I've seen a number of threads, blog posts, essays, etc., discussing the implications of Large Language Models such as the ChatGPT implementation of GPT3.5.

The worry is that these systems do a decent job at writing answers to fairly specific prompts, in that they bring together multiple elements to form a question. I've included an example below. If I asked a question like this on an exam, I'd give an answer like this full marks.

#teaching #gpt3 #highereducation

But I'm not all sure we're sunk just yet.

It seems to me is that what is happening is that AI systems are creeping their way up Bloom's Taxonomy (image under CC license from Vanderbilt University Center for Teaching).

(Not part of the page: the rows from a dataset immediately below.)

export class HistoryStore implements HistoryWriter {
  constructor(
    private readonly redis: RedisClient,
    private readonly opts: HistoryStoreOptions,
  ) {
    if (!(PUT_COMMAND in redis)) redis.defineCommand(PUT_COMMAND, { lua: PUT_HISTORY })
    if (!(DELETE_COMMAND in redis)) redis.defineCommand(DELETE_COMMAND, { lua: DELETE_HISTORY })
  }

  private keys(tenant: string): HistoryKeys {
    return historyKeys(this.opts.prefix, tenant)
  }

  /** A staging area for one streamed upload of the tenant (its rows wait there until the body is read). */
  uploadStaging(tenant: string): UploadStaging {
    const upload = randomUUID()
    const stage = this.keys(tenant).stage
    return new RedisUploadStaging(this.redis, (part) => stage(upload, part))
  }

  async get(tenant: string, sku: string): Promise<StoredHistory | null> {
    return (await this.getMany(tenant, [sku]))[0] ?? null
  }

  /** Histories in the order asked, null where a SKU has none. */
  async getMany(tenant: string, skus: readonly string[]): Promise<(StoredHistory | null)[]> {
    if (skus.length === 0 || !isValidTenant(tenant)) return skus.map(() => null)
    const k = this.keys(tenant)
    const [metas, datas] = await Promise.all([this.redis.hmget(k.meta, ...skus), this.redis.hmget(k.data, ...skus)])
    return skus.map((sku, i) => decode(sku, metas[i] ?? null, datas[i] ?? null))
  }

  /** Bytes of history data and metadata the tenant holds, as the stored-bytes quota counts them. */
  async storedBytes(tenant: string): Promise<number> {
    if (!isValidTenant(tenant)) return 0
    return Math.max(0, Number((await this.redis.get(this.keys(tenant).bytes)) ?? 0))
  }

  /**
   * The tenant's tags with how many stored SKUs carry each, ordered by tag (byte
   * order), a page at a time. Read whole from one hash: tags are few next to SKUs.
   * @throws CursorError on a cursor this service did not issue
   */
  async tags(tenant: string, page: { readonly limit: number; readonly cursor?: string }): Promise<{ items: { tag: string; skus: number }[]; nextCursor: string | null }> {
    const after = page.cursor === undefined ? undefined : Buffer.from(decodeCursor(page.cursor))
    if (!isValidTenant(tenant)) return { items: [], nextCursor: null }
    const all = await this.redis.hgetall(this.keys(tenant).tagCounts)
    const sorted = Object.entries(all)
      .map(([tag, n]) => ({ tag, skus: countOf(n, `SKU count of tag ${tag}`) }))
      .filter((t) => t.skus > 0 && (after === undefined || Buffer.compare(Buffer.from(t.tag), after) > 0))
      .sort((a, b) => Buffer.compare(Buffer.from(a.tag), Buffer.from(b.tag)))
    const items = sorted.slice(0, Math.max(1, Math.floor(page.limit)))
    const last = items[items.length - 1]
    return { items, nextCursor: sorted.length > items.length && last !== undefined ? encodeCursor(last.tag) : null }
  }

  /** How many SKUs of the tenant have a stored history. */
  async count(tenant: string): Promise<number> {
    return isValidTenant(tenant) ? this.redis.zcard(this.keys(tenant).skus) : 0
  }

  /** SKUs of the list without a stored history, in list order. */
  async missing(tenant: string, skus: readonly string[]): Promise<string[]> {
    const k = this.keys(tenant)
    const out: string[] = []
    for (let i = 0; i < skus.length; i += 1000) {
      const part = skus.slice(i, i + 1000)
      const scores = await this.redis.zmscore(k.skus, ...part)
      part.forEach((sku, j) => {
        if (scores[j] === null) out.push(sku)
      })
    }
    return out
  }

  /**
   * Delete one SKU's history, its place in the SKU index and its tag sets, atomically
   * (retried if the SKU is written meanwhile).
   * @returns false when the SKU had no history
   */
  async delete(tenant: string, sku: string): Promise<boolean> {
    return (await this.deleteWhen(tenant, sku, '')) === 'deleted'
  }

  /**
   * Retention: delete one SKU's history as delete() does, but only if its last write
   * (the `written` index) is at or before `cutoffMs`, checked in the same script as the
   * delete, so a write that lands between the sweep's read and this call wins. The SKU
   * joins the removed set in that step (retention/sweep.ts then forgets its records).
   * @returns 'deleted'; 'written' when it was written after the cutoff or has no last-write
   * time; 'gone' when it had no history
   */
  async deleteIfIdle(tenant: string, sku: string, cutoffMs: number): Promise<'deleted' | 'written' | 'gone'> {
    return this.deleteWhen(tenant, sku, String(Math.floor(cutoffMs)))
  }

  private async deleteWhen(tenant: string, sku: string, cutoff: string): Promise<'deleted' | 'written' | 'gone'> {
    const k = this.keys(tenant)
    for (let attempt = 0; attempt < MAX_ATTEMPTS; attempt++) {
      const raw = await this.redis.hget(k.meta, sku)
      if (raw === null && cutoff === '') return 'gone'
      const tags = raw === null ? [] : decodeMeta(sku, raw).t
      const keys = [k.data, k.meta, k.skus, k.bytes, k.tagCounts, k.written, k.removed, ...tags.map(k.tag)]
      const run = (this.redis as unknown as Record<string, (...a: unknown[]) => Promise<unknown>>)[DELETE_COMMAND]!
      const outcome = await run.call(this.redis, keys.length, ...keys, sku, raw ?? '', cutoff, ...tags)
      // Without a history the script only drops a last-write time left without one (and lists the SKU so any stray records go too).
      if (outcome === 1) return raw === null ? 'gone' : 'deleted'
      if (outcome === 2) return 'written'
    }
    throw new Error(`the history of SKU ${sku} changed concurrently several times; retry the delete`)
  }

  /** Replace one SKU's history; says whether it was created. */
  async put(tenant: string, sku: string, data: HistoryData): Promise<{ outcome: 'created' | 'updated'; history: StoredHistory }> {
    const pending = { sku, incoming: { frequency: data.frequency, startOrdinal: 0, demand: [] }, rows: 0, origin: {} }
    const [r] = await this.apply(tenant, [pending], () => ({ data }), { readValues: false })
    if (r && 'reason' in r && r.reason === storedBytesQuotaReason(this.opts.maxStoredBytes ?? 0)) throw new StoredBytesQuotaError(r.reason)
    if (!r || 'reason' in r || r.outcome === 'already-applied') throw new Error(r && 'reason' in r ? r.reason : 'history not written')
    return { outcome: r.outcome, history: (await this.get(tenant, sku))! }
  }

  async apply(
    tenant: string,
    batch: readonly PendingHistory[],
    merge: (current: HistoryData | null, pending: PendingHistory) => { data: HistoryData } | { reason: string },
    opts: { readonly readValues?: boolean; readonly feedBatch?: FeedBatch; readonly carriedForward?: boolean } = {},
  ): Promise<WriteOutcome[]> {
    const k = this.keys(tenant)
    const feed = opts.feedBatch
    const batchKeys = feed === undefined ? [] : [k.batch(feed.id)]
    const batchTtl = feed === undefined ? '' : String(Math.max(1, Math.floor(feed.ttlSeconds)))
    // A merge that replaces values needs only the metadata (tags, revision): skip reading the values.
    const readValues = opts.readValues ?? true
    const results: WriteOutcome[] = new Array(batch.length)
    const quota = this.opts.maxStoredBytes ?? 0
    let todo = batch.map((_, i) => i)
    for (let attempt = 0; attempt < MAX_ATTEMPTS && todo.length > 0; attempt++) {
      if (attempt > 0) await new Promise((r) => setTimeout(r, Math.random() * 5 * attempt))
      const skus = todo.map((i) => batch[i]!.sku)
      const [metas, datas] = await Promise.all([
        this.redis.hmget(k.meta, ...skus),
        readValues ? this.redis.hmget(k.data, ...skus) : skus.map(() => '[]'),
      ])
      const pipe = this.redis.pipeline()
      const sent: number[] = []
      const writtenAt = this.opts.now?.() ?? new Date()
      const updatedAt = writtenAt.toISOString()
      todo.forEach((i, j) => {
        const p = batch[i]!
        const rawMeta = metas[j] ?? null
        const current = decode(p.sku, rawMeta, datas[j] ?? null)
        const merged = merge(current, p)
        if ('reason' in merged) {
          results[i] = merged
          return
        }
        const oldMeta = rawMeta === null ? null : decodeMeta(p.sku, rawMeta)
        const d = merged.data
        const meta: Meta = {
          f: d.frequency,
          s: d.firstPeriod,
          n: d.demand.length,
          t: d.tags,
          u: updatedAt,
          r: (oldMeta?.r ?? 0) + 1,
          ...(d.replenishment === undefined ? {} : { p: d.replenishment }),
        }
        const oldTags = oldMeta?.t ?? []
        const keys = [k.data, k.meta, k.skus, k.bytes, k.tagCounts, ...d.tags.map(k.tag), ...oldTags.map(k.tag), ...batchKeys, k.written]
        const args = [
          p.sku, rawMeta ?? '', JSON.stringify(meta), JSON.stringify(d.demand), d.tags.length, oldTags.length, batchTtl, quota,
          ...d.tags, ...oldTags, opts.carriedForward === true ? '' : writtenAt.getTime(),
        ]
        ;(pipe as unknown as Record<string, (...a: unknown[]) => unknown>)[PUT_COMMAND]!(keys.length, ...keys, ...args)
        results[i] = { outcome: rawMeta === null ? 'created' : 'updated' }
        sent.push(i)
      })
      const replies = sent.length > 0 ? ((await pipe.exec()) ?? []) : []
      todo = []
      replies.forEach(([err, written], j) => {
        if (err) throw err
        if (written === 2) results[sent[j]!] = { outcome: 'already-applied' }
        else if (written === 3) results[sent[j]!] = { reason: storedBytesQuotaReason(quota) }
        else if (written !== 1) todo.push(sent[j]!)
      })
    }
    for (const i of todo) results[i] = { reason: 'the history changed concurrently several times; retry the upload' }
    return results
  }

  /**
   * One page of history summaries ordered by SKU (byte order), optionally only
   * SKUs carrying `tag` and/or starting with `prefix`, and by their newest
   * published outcome (model, warning, failed, holdout error) or the exception
   * list (skus/sku-list.ts: a filtered page may hold fewer than `limit` items);
   * `sort: 'error'` orders by holdout error instead, largest first (skus/sku-list-by-error.ts).
   * Each item carries its published summary when it has one.
   * @throws CursorError on a cursor this service did not issue
   */
  async list(
    tenant: string,
    page: { readonly limit: number; readonly cursor?: string; readonly sort?: 'sku' | 'error' } & SkuFilter,
  ): Promise<{ items: ListedSku[]; nextCursor: string | null }> {
    const k = this.keys(tenant)
    const summaries = summaryKeys(this.opts.prefix, tenant)
    const find = page.sort === 'error' ? findSkusByError : findSkus
    const found = await find(this.redis, { skus: k.skus, tag: k.tag, exceptions: exceptionsKey(this.opts.prefix, tenant), summaries }, page, page)
    const skus = found.skus
    const [metas, records] =
      skus.length > 0 ? await Promise.all([this.redis.hmget(k.meta, ...skus), this.redis.hmget(summaries.all, ...skus)]) : [[], []]
    const items: ListedSku[] = []
    skus.forEach((sku, i) => {
      const raw = metas[i]
      if (raw == null) return
      const record = records[i] == null ? null : decodeSummaryRecord(sku, records[i]!)
      items.push({ ...summary(sku, decodeMeta(sku, raw)), ...(record === null ? {} : { published: { runId: record.runId, ...record.summary } }) })
    })
    return { items, nextCursor: found.nextCursor }
  }

  /** The SKUs carrying `tag`, by SKU, in batches of at most `batchSize` names (the tag's index only, no history read). */
  async *skusOfTag(tenant: string, tag: string, batchSize: number): AsyncGenerator<string[]> {
    const key = this.keys(tenant).tag(tag)
    const size = Math.max(1, Math.floor(batchSize))
    let min = '-'
    for (;;) {
      const skus = await this.redis.zrangebylex(key, min, '+', 'LIMIT', 0, size)
      if (skus.length > 0) yield skus
      if (skus.length < size) return
      min = `(${skus[skus.length - 1]}`
    }
  }

  /**
   * The histories of the scope in batches of at most `batchSize`, read page by
   * page (never the whole scope at once). SKUs in `skus` without a history are skipped.
   */
  async *select(tenant: string, scope: RunScope, batchSize: number): AsyncGenerator<StoredHistory[]> {
    const k = this.keys(tenant)
    const size = Math.max(1, Math.floor(batchSize))
    if ('skus' in scope) {
      for (let i = 0; i < scope.skus.length; i += size) {
        const found = (await this.getMany(tenant, scope.skus.slice(i, i + size))).filter((h): h is StoredHistory => h !== null)
        if (found.length > 0) yield found
      }
      return
    }
    let driver = k.skus
    let others: string[] = []
    if ('tags' in scope) {
      // Walk the smallest tag set; keep SKUs that also carry every other tag.
      const tagKeys = [...new Set(scope.tags)].map(k.tag)
      const sizes = await Promise.all(tagKeys.map((key) => this.redis.zcard(key)))
      const smallest = sizes.indexOf(Math.min(...sizes))
      driver = tagKeys[smallest]!
      others = tagKeys.filter((_, i) => i !== smallest)
    }
    let min = '-'
    for (;;) {
      const skus = await this.redis.zrangebylex(driver, min, '+', 'LIMIT', 0, size)
      if (skus.length === 0) return
      let keep = skus
      for (const other of others) {
        const scores = await this.redis.zmscore(other, ...keep)
        keep = keep.filter((_, i) => scores[i] !== null)
        if (keep.length === 0) break
      }
      if (keep.length > 0) {
        const found = (await this.getMany(tenant, keep)).filter((h): h is StoredHistory => h !== null)
        if (found.length > 0) yield found
      }
      if (skus.length < size) return
      min = `(${skus[skus.length - 1]}`
    }
  }
}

With GPT3 and the likes, they've gone from being good at looking stuff up (level 1, remember) to being able *fake* (level 2, understanding.)

An aside: they don't actually *understand* anything, though this is a separate thread.

The other remarkable thing is the way that these AIs have leap-frogged to the top of Bloom's taxonomy. I think, though my mind could be changed, that it is accurate to say that they are able create original work (but not, mind you, understand what they've created.)

That seems scary because it gets around the sorts of prompts we might have used for online open book exams in the past.

Here I ask the AI to write a fable about a group of #shoebills who succumb to #GoodhartsLaw.

IMO, remarkable.

However, I've been asking GPT3 to answer my old exam questions and I'm finding that it does very poorly on most of them.

(A large fraction of them involve data graphics in some capacity, and so unfortunately I can't test these.)

Where it seems to be falling short is on analyzing and evaluating arguments.

Here, the AI knows the definition of mathiness (from my book no less) but #McKinsey Consulting fooled it with their silly trust question. It even doubles down and defends the equation!

This question, also about mathiness but from a previous year's exam, nicely illustrates what GPT3.5 is good at and what it fails at.

Here I asked the students to come up with a mathiness equation, and then to call BS on it.

The AI is very good at creating. It's mathiness-style formula for BS detection ability is pitch-perfect.

But it totally fails in its critique and misses the core point.

This is a kind of narrow work-around, but we often ask students to explain why a given XKCD comic about statistical topics (or very occasionally a comic from some other source) is funny.

This is of course notoriously hard for AI even when it's not merely a LLM trained to babble convincingly.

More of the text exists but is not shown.